What did they want for it?


----------



## wideout (Nov 18, 2009)

I do beleive ive seen a pic of a chevy on here with a bent frame to!


----------



## cwby_ram (Jan 15, 2011)

wideout;1253740 said:


> I do beleive ive seen a pic of a chevy on here with a bent frame to!


It was bent the other way. They'd make a great team!


----------



## Mark13 (Dec 3, 2006)

sno commander;1253390 said:


> that frame broke from rust, chevy frames are a different story


x2

I know of a 94 3500 Cab and Chassis that one side of the frame rusted through and the other side got very thin on.
And I know of a 95 3500 Cab and Chassis that was doing the same thing. You could poke through the passengers side of the frame very easy with a screw driver.
Both rusted through right under the backs of the cabs (regular cab trucks), both were flatbeds and farm trucks from day 1. The 94 got traded in, the 95 is just used around the farm now, the frame is so thin that trying to weld metal supports to it just causes the frame to burn though.


----------



## cwby_ram (Jan 15, 2011)

Mark13;1253848 said:


> x2
> 
> I know of a 94 3500 Cab and Chassis that one side of the frame rusted through and the other side got very thin on.
> And I know of a 95 3500 Cab and Chassis that was doing the same thing. You could poke through the passengers side of the frame very easy with a screw driver.
> Both rusted through right under the backs of the cabs (regular cab trucks), both were flatbeds and farm trucks from day 1. The 94 got traded in, the 95 is just used around the farm now, the frame is so thin that trying to weld metal supports to it just causes the frame to burn though.

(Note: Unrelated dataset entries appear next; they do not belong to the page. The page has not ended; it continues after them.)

class _Simplex:
    """The state of one run; see the module docstring for the notation."""

    def __init__(self, sf: StandardForm, tol: Tolerances, max_iterations: int):
        self.tol = tol
        self.max_iterations = max_iterations
        self.A = sf.A
        self.m, self.n = sf.A.shape
        self.c_struct = sf.c
        self.lower = np.concatenate([sf.col_lower, sf.row_lower])
        self.upper = np.concatenate([sf.col_upper, sf.row_upper])
        self.art_row = np.zeros(0, dtype=int)
        self.art_sign = np.zeros(0)
        self.iterations = 0
        self.warm = False
        self.factor = BasisFactor(refactor_every=max(8, min(64, int(np.sqrt(self.m) * 3))))

    # ----- the matrix M = [A, -I, artificial columns] -------------------------------

    def column(self, j: int) -> np.ndarray:
        """Column j of M."""
        if j < self.n:
            return self.A[:, j]
        col = np.zeros(self.m)
        if j < self.n + self.m:
            col[j - self.n] = -1.0
        else:
            k = j - self.n - self.m
            col[self.art_row[k]] = self.art_sign[k]
        return col

    def times(self, z: np.ndarray) -> np.ndarray:
        """M z."""
        n, m = self.n, self.m
        out = self.A @ z[:n] - z[n : n + m]
        np.add.at(out, self.art_row, self.art_sign * z[n + m :])
        return out

    def times_transpose(self, y: np.ndarray) -> np.ndarray:
        """M^T y."""
        return np.concatenate([self.A.T @ y, -y, self.art_sign * y[self.art_row]])

    # ----- start ------------------------------------------------------------------

    def start_from(self, head: np.ndarray, at_upper: np.ndarray) -> bool:
        """Take a given basis; True when it is primal feasible, so phase one can be skipped.

        The basis is dropped (False) when it does not fit this problem, is singular, or
        leaves a basic variable outside its bounds.
        """
        n, m, tp = self.n, self.m, self.tol.primal_feasibility
        head = np.asarray(head, dtype=int)
        at_upper = np.asarray(at_upper, dtype=bool)
        if head.shape != (m,) or at_upper.shape != (n + m,) or np.any(head < 0) or np.any(head >= n + m):
            return False
        if np.unique(head).size != m:
            return False
        lo, up = self.lower, self.upper
        at_upper = (at_upper & np.isfinite(up)) | (~np.isfinite(lo) & np.isfinite(up))
        z = np.where(at_upper, up, np.where(np.isfinite(lo), lo, 0.0))
        self.art_row = np.zeros(0, dtype=int)
        self.art_sign = np.zeros(0)
        self.z = z
        self.at_upper = at_upper.copy()
        self.head = head.copy()
        self.basic = np.zeros(n + m, dtype=bool)
        self.basic[self.head] = True
        self.at_upper[self.head] = False
        try:
            self.refactor()
        except SingularBasis:
            return False
        xb = self.z[self.head]
        lb, ub = lo[self.head], up[self.head]
        return bool(np.all(xb >= lb - tp * (1 + np.abs(lb))) and np.all(xb <= ub + tp * (1 + np.abs(ub))))

    def start(self) -> None:
        """Nonbasics at a bound, logicals basic where they fit, artificials elsewhere."""
        n, m, tp = self.n, self.m, self.tol.primal_feasibility
        lo, up = self.lower, self.upper
        x = np.where(np.isfinite(lo[:n]), lo[:n], np.where(np.isfinite(up[:n]), up[:n], 0.0))
        at_upper = np.zeros(n + m, dtype=bool)
        at_upper[:n] = ~np.isfinite(lo[:n]) & np.isfinite(up[:n])
        activity = self.A @ x
        rl, ru = lo[n:], up[n:]
        below = activity < rl - tp * (1 + np.abs(rl))
        above = activity > ru + tp * (1 + np.abs(ru))
        fits = ~(below | above)
        s = np.where(fits, activity, np.where(below, rl, ru))
        at_upper[n:] = above
        rows = np.flatnonzero(~fits)
        self.art_row = rows
        self.art_sign = np.where(below[rows], 1.0, -1.0)
        k = rows.size
        self.lower = np.concatenate([lo, np.zeros(k)])
        self.upper = np.concatenate([up, np.full(k, np.inf)])
        self.z = np.concatenate([x, s, np.abs(activity[rows] - s[rows])])
        self.at_upper = np.concatenate([at_upper, np.zeros(k, dtype=bool)])
        self.head = np.where(fits, n + np.arange(m), 0)
        self.head[rows] = n + m + np.arange(k)
        self.basic = np.zeros(n + m + k, dtype=bool)
        self.basic[self.head] = True
        self.refactor()

    def refactor(self) -> None:
        """Factorise the basis afresh and recompute the basic values from the nonbasics."""
        B = np.column_stack([self.column(j) for j in self.head]) if self.m else np.zeros((0, 0))
        self.factor.factor(B)
        nonbasic_z = np.where(self.basic, 0.0, self.z)
        self.z[self.head] = self.factor.ftran(-self.times(nonbasic_z))

    # ----- one phase ----------------------------------------------------------------

    def run(self, cost: np.ndarray) -> str:
        """Iterate with objective `cost` until optimal, unbounded or out of iterations."""
        tol = self.tol
        stall = 0
        bland = False
        objective = float(cost @ self.z)
        self.ray = None
        while True:
            if self.iterations >= self.max_iterations:
                return "iteration_limit"
            y = self.factor.btran(cost[self.head])
            d = cost - self.times_transpose(y)
            fixed = self.lower == self.upper
            free = ~np.isfinite(self.lower) & ~np.isfinite(self.upper)
            movable = ~self.basic & ~fixed
            up_gain = np.where(movable & ~self.at_upper, -d, 0.0)
            down_gain = np.where(movable & (self.at_upper | free), d, 0.0)
            gain = np.maximum(up_gain, down_gain)
            if bland:
                eligible = np.flatnonzero(gain > tol.dual_feasibility)
                q = int(eligible[0]) if eligible.size else -1
            else:
                q = int(np.argmax(gain)) if gain.size else -1
                if q >= 0 and gain[q] <= tol.dual_feasibility:
                    q = -1
            if q < 0:
                if self.factor.updates:
                    # Confirm optimality on a fresh factorisation before stopping.
                    self.refactor()
                    y = self.factor.btran(cost[self.head])
                    d = cost - self.times_transpose(y)
                    gain = np.maximum(
                        np.where(movable & ~self.at_upper, -d, 0.0),
                        np.where(movable & (self.at_upper | free), d, 0.0),
                    )
                    if gain.size and gain.max() > tol.dual_feasibility:
                        continue
                self.y, self.d = y, d
                return "optimal"
            direction = 1.0 if up_gain[q] >= down_gain[q] else -1.0
            alpha = self.factor.ftran(self.column(q))
            delta = -direction * alpha
            step = self.ratio_test(q, delta, bland)
            if step is None:
                ray = np.zeros_like(self.z)
                ray[self.head] = delta
                ray[q] = direction
                self.ray = ray
                return "unbounded"
            theta, r, hits_upper = step
            self.iterations += 1
            self.z[self.head] += theta * delta
            if r < 0:  # the entering variable runs to its other bound: no basis change
                self.at_upper[q] = direction > 0
                self.z[q] = self.upper[q] if direction > 0 else self.lower[q]
            else:
                self.z[q] += direction * theta
                p = int(self.head[r])
                self.z[p] = self.upper[p] if hits_upper else self.lower[p]
                self.at_upper[p] = hits_upper
                self.basic[p] = False
                self.basic[q] = True
                self.head[r] = q
                if p >= self.n + self.m:  # an artificial that leaves never returns
                    self.lower[p] = self.upper[p] = 0.0
                    self.z[p] = 0.0
                    self.at_upper[p] = False
                self.factor.update(r, alpha)
                if self.factor.due:
                    self.refactor()
            new_objective = float(cost @ self.z)
            if objective - new_objective > 1e-12 * (1 + abs(objective)):
                stall = 0
                bland = False
            else:
                stall += 1
                bland = bland or stall >= STALL_LIMIT
            objective = new_objective

    def ratio_test(self, q: int, delta: np.ndarray, bland: bool):
        """Step length and leaving position for entering variable q.

        Returns (theta, r, hits_upper) with r = -1 for a bound flip of q, or None when
        nothing limits the step (unbounded direction).
        """
        tol = self.tol
        head = self.head
        xb, lb, ub = self.z[head], self.lower[head], self.upper[head]
        falling = delta < -tol.pivot
        rising = delta > tol.pivot
        with np.errstate(divide="ignore", invalid="ignore"):
            exact = np.full(self.m, np.inf)
            exact[falling] = (xb[falling] - lb[falling]) / -delta[falling]
            exact[rising] = (ub[rising] - xb[rising]) / delta[rising]
        exact = np.maximum(exact, 0.0)
        span = self.upper[q] - self.lower[q]
        if bland:
            theta_max = exact.min() if self.m else np.inf
        else:
            # Harris pass one: the largest step that keeps every basic variable within
            # its bound relaxed by the primal tolerance.
            slack = tol.primal_feasibility * (1 + np.abs(np.where(falling, lb, ub)))
            with np.errstate(divide="ignore", invalid="ignore"):
                relaxed = np.full(self.m, np.inf)
                relaxed[falling] = (xb[falling] - lb[falling] + slack[falling]) / -delta[falling]
                relaxed[rising] = (ub[rising] - xb[rising] + slack[rising]) / delta[rising]
            theta_max = relaxed.min() if self.m else np.inf
        if not np.isfinite(theta_max):
            if np.isfinite(span):
                return span, -1, False
            return None
        if span <= theta_max:
            return span, -1, False
        if bland:
            ties = np.flatnonzero(exact <= theta_max * (1 + 1e-12) + 1e-15)
            r = int(ties[np.argmin(head[ties])])
        else:
            # Harris pass two: among rows blocking within theta_max, the largest pivot.
            candidates = np.flatnonzero(exact <= theta_max)
            r = int(candidates[np.argmax(np.abs(delta[candidates]))])
        return float(exact[r]), r, bool(delta[r] > 0)

    # ----- both phases --------------------------------------------------------------

    def solve(self, basis=None) -> SimplexOutcome:
        """Run phase one (if needed) and phase two; see the module docstring.

        `basis` is an optional (head, at_upper) pair from an earlier solve of a problem of
        the same shape; when it is primal feasible here, phase one is skipped.
        """
        n, m = self.n, self.m
        if np.any(self.lower > self.upper):
            j = int(np.flatnonzero(self.lower > self.upper)[0])
            what = f"variable {j}" if j < n else f"row {j - n}"
            return self._stop("infeasible", f"{what} has a lower bound above its upper bound")
        try:
            self.warm = basis is not None and self.start_from(*basis)
            if not self.warm:
                self.start()
            k = self.art_row.size
            if k:
                phase_one_cost = np.concatenate([np.zeros(n + m), np.ones(k)])
                status = self.run(phase_one_cost)
                if status == "iteration_limit":
                    return self._stop(status, "iteration limit reached in phase one")
                if status != "optimal":
                    return self._stop("numerical_trouble", f"phase one ended {status}")
                infeasibility = float(self.z[n + m :].sum())
                finite = np.concatenate([self.lower[: n + m], self.upper[: n + m]])
                finite = finite[np.isfinite(finite)]
                scale = 1.0 + (np.abs(finite).max() if finite.size else 0.0)
                if infeasibility > self.tol.infeasibility * scale:
                    outcome = self._stop(
                        "infeasible",
                        f"no point meets every constraint: phase one left a total "
                        f"infeasibility of {infeasibility:.3g}",
                    )
                    return replace(
                        outcome,
                        farkas=self.y.copy(),
                        farkas_d=self.d[:n].copy(),
                        farkas_at_upper=self.at_upper[: n + m].copy(),
                        infeasibility=infeasibility,
                    )
            phase_one_iterations = self.iterations
            if self.basic[n + m :].any():
                self._drive_out_artificials()
            self.lower[n + m :] = 0.0
            self.upper[n + m :] = 0.0
            self.z[n + m :] = 0.0
            self.refactor()
            cost = np.concatenate([self.c_struct, np.zeros(m + k)])
            status = self.run(cost)
        except SingularBasis as error:
            return self._stop("numerical_trouble", str(error))
        if status == "unbounded":
            return self._stop(
                status, "the objective can fall without limit", ray=self.ray[:n].copy(),
                phase_one=phase_one_iterations,
            )
        if status == "iteration_limit":
            return self._stop(status, f"iteration limit ({self.max_iterations}) reached in phase two",
                              phase_one=phase_one_iterations)
        return SimplexOutcome(
            status="optimal",
            message="optimal solution found",
            x=self.z[:n].copy(),
            y=self.y.copy(),
            d=self.d[:n].copy(),
            iterations=self.iterations,
            phase_one_iterations=phase_one_iterations,
            head=self.head.copy(),
            at_upper=self.at_upper[: n + m].copy(),
            warm=self.warm,
        )

    def _drive_out_artificials(self) -> None:
        """Swap artificials still basic (at zero) for structurals or logicals where possible.

        A degenerate pivot: nothing moves, but the basis then describes the real problem,
        so a later warm start can reuse it. A row whose artificial cannot leave is
        redundant; the artificial stays basic, fixed at zero.
        """
        n, m = self.n, self.m
        for r in np.flatnonzero(self.head >= n + m):
            e = np.zeros(m)
            e[r] = 1.0
            row = self.times_transpose(self.factor.btran(e))[: n + m]  # row r of B^-1 M
            row[self.basic[: n + m]] = 0.0
            q = int(np.argmax(np.abs(row)))
            if abs(row[q]) <= 1e-7:
                continue
            alpha = self.factor.ftran(self.column(q))
            p = int(self.head[r])
            self.z[p] = 0.0
            self.basic[p] = False
            self.basic[q] = True
            self.head[r] = q
            self.factor.update(r, alpha)
        self.refactor()

    def _stop(self, status: str, message: str, *, farkas=None, ray=None, phase_one=None) -> SimplexOutcome:
        """An outcome without a solution."""
        return SimplexOutcome(
            status=status,
            message=message,
            x=None,
            y=None,
            d=None,
            iterations=self.iterations,
            phase_one_iterations=self.iterations if phase_one is None else phase_one,
            farkas=farkas,
            ray=ray,
        )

Guess it might be worth a look at mine soon! I sure hope that's not what I find!


----------



## plowguy43 (Jan 2, 2008)

At least these are mid 90s trucks and not 2007s with low mileage.


----------



## cwby_ram (Jan 15, 2011)

plowguy43;1254020 said:


> At least these are mid 90s trucks and not 2007s with low mileage.

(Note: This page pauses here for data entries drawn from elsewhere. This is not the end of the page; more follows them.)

with n structural variables x (bounds col_lower..col_upper), m logical variables
s = A x (bounds row_lower..row_upper) and, in phase one, artificial variables a >= 0,
one for each row whose logical could not start inside its bounds. The combined
matrix is M = [A, -I, artificial columns]; z is the vector of all variables.

    head[r]  the variable basic in position r of the basis B
    y        simplex multipliers (duals): B^T y = c_B
    d        reduced costs: d = c - M^T y
    alpha    the entering column in the current basis: B alpha = M_q
    delta    the change of the basic variables per unit step of the entering one
    theta    the step length

Phase one minimises the sum of the artificial variables from a basis of logicals and
artificials; if that minimum stays positive the problem is infeasible, and the phase-one
duals are returned as a certificate. Phase two starts from the phase-one basis, with the
artificials fixed at zero, and minimises c·x. Nonbasic variables sit at a bound (or at
zero when free), so upper bounds, fixed and free variables and ranged rows need no extra
rows. The ratio test is Harris's two-pass test; when the objective stops moving for a
while the rule switches to Bland's smallest-index rule, which cannot cycle, until it
moves again.
"""

from __future__ import annotations

from dataclasses import dataclass, replace

import numpy as np
import scipy.sparse as sp

from blendkit.engine.basis_factor import BasisFactor, SingularBasis, SparseBasisFactor
from blendkit.engine.standard_form import StandardForm
from blendkit.engine.tolerances import Tolerances

# Degenerate (objective-neutral) iterations in a row before Bland's rule takes over.
# Bland's rule cannot cycle but is slow, so it waits for a long stall: on the NETLIB
# set a limit of 30 cost four times the iterations of a limit of 200.
STALL_LIMIT = 250
# Problems with at least this many rows, and a matrix at most SPARSE_DENSITY full, are
# held and factorised as sparse matrices; smaller or denser ones as dense arrays.
SPARSE_ROWS = 400
SPARSE_DENSITY = 0.1
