def _content(form: StandardForm, maximise: bool, objective_name: str, *, name, row_names, column_names,
             objective_constant, integrality=None) -> _Content:
    """The checked content of one file; malformed forms and names raise ValueError."""
    c, A, row_lower, row_upper, col_lower, col_upper = _checked(form)
    m, n = A.shape
    integer = _integer_columns(integrality, n)
    constant = float(objective_constant or 0.0)
    if not math.isfinite(constant):
        raise ValueError(f"objective_constant must be finite, got {objective_constant}")
    rows = _names(row_names, m, "R", "row_names")
    columns = _names(column_names, n, "C", "column_names")
    row_kinds, rhs, ranges = _row_records(row_lower, row_upper)
    A = sparse().csc_matrix(A, copy=True)  # a copy: eliminate_zeros works in place
    A.eliminate_zeros()
    A.sort_indices()
    return _Content(
        name="BLEND" if not name else str(name),
        objective_name=_objective_name(objective_name, rows),
        rows=rows,
        columns=columns,
        c=-c if maximise else c,
        A=A,
        constant=constant,
        maximise=maximise,
        row_kinds=row_kinds,
        rhs=rhs,
        ranges=ranges,
        bounds=_bound_records(col_lower, col_upper, integer),
        integer=integer,
    )


def _integer_columns(integrality, n: int) -> np.ndarray:
    """A bool per column from 0 / 1 integrality codes (None: all continuous)."""
    if integrality is None:
        return np.zeros(n, dtype=bool)
    codes = np.asarray(integrality, dtype=float).reshape(-1)
    if codes.shape[0] != n or np.any((codes != 0) & (codes != 1)):
        raise ValueError(f"integrality must give 0 or 1 for each of the {n} columns")
    return codes == 1
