def _load(path: Path) -> tuple[openpyxl.Workbook, openpyxl.Workbook]:
    """Load the workbook twice, saved results and formulas, or say why the file is unreadable."""

    def fail(message: str) -> WorkbookError:
        return WorkbookError([Problem(path.name or str(path), message)])

    save_as = "open it in a spreadsheet program and save it as an Excel workbook (.xlsx)"
    try:
        if not path.exists():
            raise fail(f'cannot find the file "{path}"; check the file name and folder')
        if path.is_dir():
            raise fail(f'"{path}" is a folder, not a workbook; give the path of an .xlsx file')
        data = path.read_bytes()
    except (OSError, ValueError) as error:  # ValueError: a path the system cannot hold
        reason = getattr(error, "strerror", None) or error
        raise fail(f"cannot read the file ({reason}); check its name and that you may read it") from None
    if not data:
        raise fail("the file is empty; give an .xlsx workbook with the Ingredients and Specs sheets")
    if data.startswith(_OLE_MAGIC):
        raise fail(
            "the file is an old binary Excel workbook (.xls) or a password-protected one; "
            f"blendkit reads .xlsx workbooks: {save_as} without a password"
        )
    if not zipfile.is_zipfile(io.BytesIO(data)):
        kind = "not a zip archive, as .xlsx files are"
        if _looks_like_text(data):
            kind = "a text file, perhaps CSV"
        raise fail(f"the file is not an .xlsx workbook (it is {kind}); {save_as}")

    books = []
    for data_only in (True, False):
        try:
            with warnings.catch_warnings():
                warnings.simplefilter("ignore")  # openpyxl warns about features it skips
                books.append(openpyxl.load_workbook(io.BytesIO(data), data_only=data_only))
        except Exception as error:  # any failure inside openpyxl means the file is unusable
            raise fail(
                f"the file is a zip archive but not a readable .xlsx workbook ({type(error).__name__}: "
                f"{error}); it may be damaged or another kind of file: {save_as}"
            ) from None
    return books[0], books[1]


def _looks_like_text(data: bytes) -> bool:
    """True when the start of the file decodes as text (a CSV or similar)."""
    head = data[:4096]
    try:
        head.decode("utf-8")
    except UnicodeDecodeError:
        return False
    return b"\x00" not in head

:laughing::laughing::laughing:


----------



## EGLC (Nov 8, 2007)

NBI Lawn;1253524 said:


> Is that real? The front fenders and the box look stretched or blurred as if someone photoshoped the pic. I dont doubt it can happen but that pic looks funny to me.
> 
> What did they want for it?


$600 for it i think


----------



## cwby_ram (Jan 15, 2011)

The salter might be worth that!


----------



## NBI Lawn (Oct 15, 2007)

Found it http://newjersey.craigslist.org/cto/2192371576.html


----------



## CGM Inc. (Dec 15, 2008)

That salter is huge!


----------



## cwby_ram (Jan 15, 2011)

NBI Lawn;1254375 said:


> Found it http://newjersey.craigslist.org/cto/2192371576.html


Guess the salter isn't for sale.


----------



## sweetk30 (Sep 3, 2006)

cwby_ram;1254394 said:


> Guess the salter isn't for sale.


ya he is prob going to install it in a 1/2 ton truck soon. :laughing:

and ford on here few weeks ago did the frame hinge split .


----------



## DAFFMOBILEWASH (Dec 9, 2006)

The frames will rot the bottom flange and start to crack from there. Typicially only on the long box trucks and the ones which were worked to death from day one.


----------



## boblamp (Jan 16, 2011)

Midwest BuildIt Inc;1253426 said:


> when i worked for the landscaper we had a 95 dodge dump. We had to keep the frame clean. from what i remember the frame was c shaped so the salt crap was always sitting in the frame. just a bad frame design.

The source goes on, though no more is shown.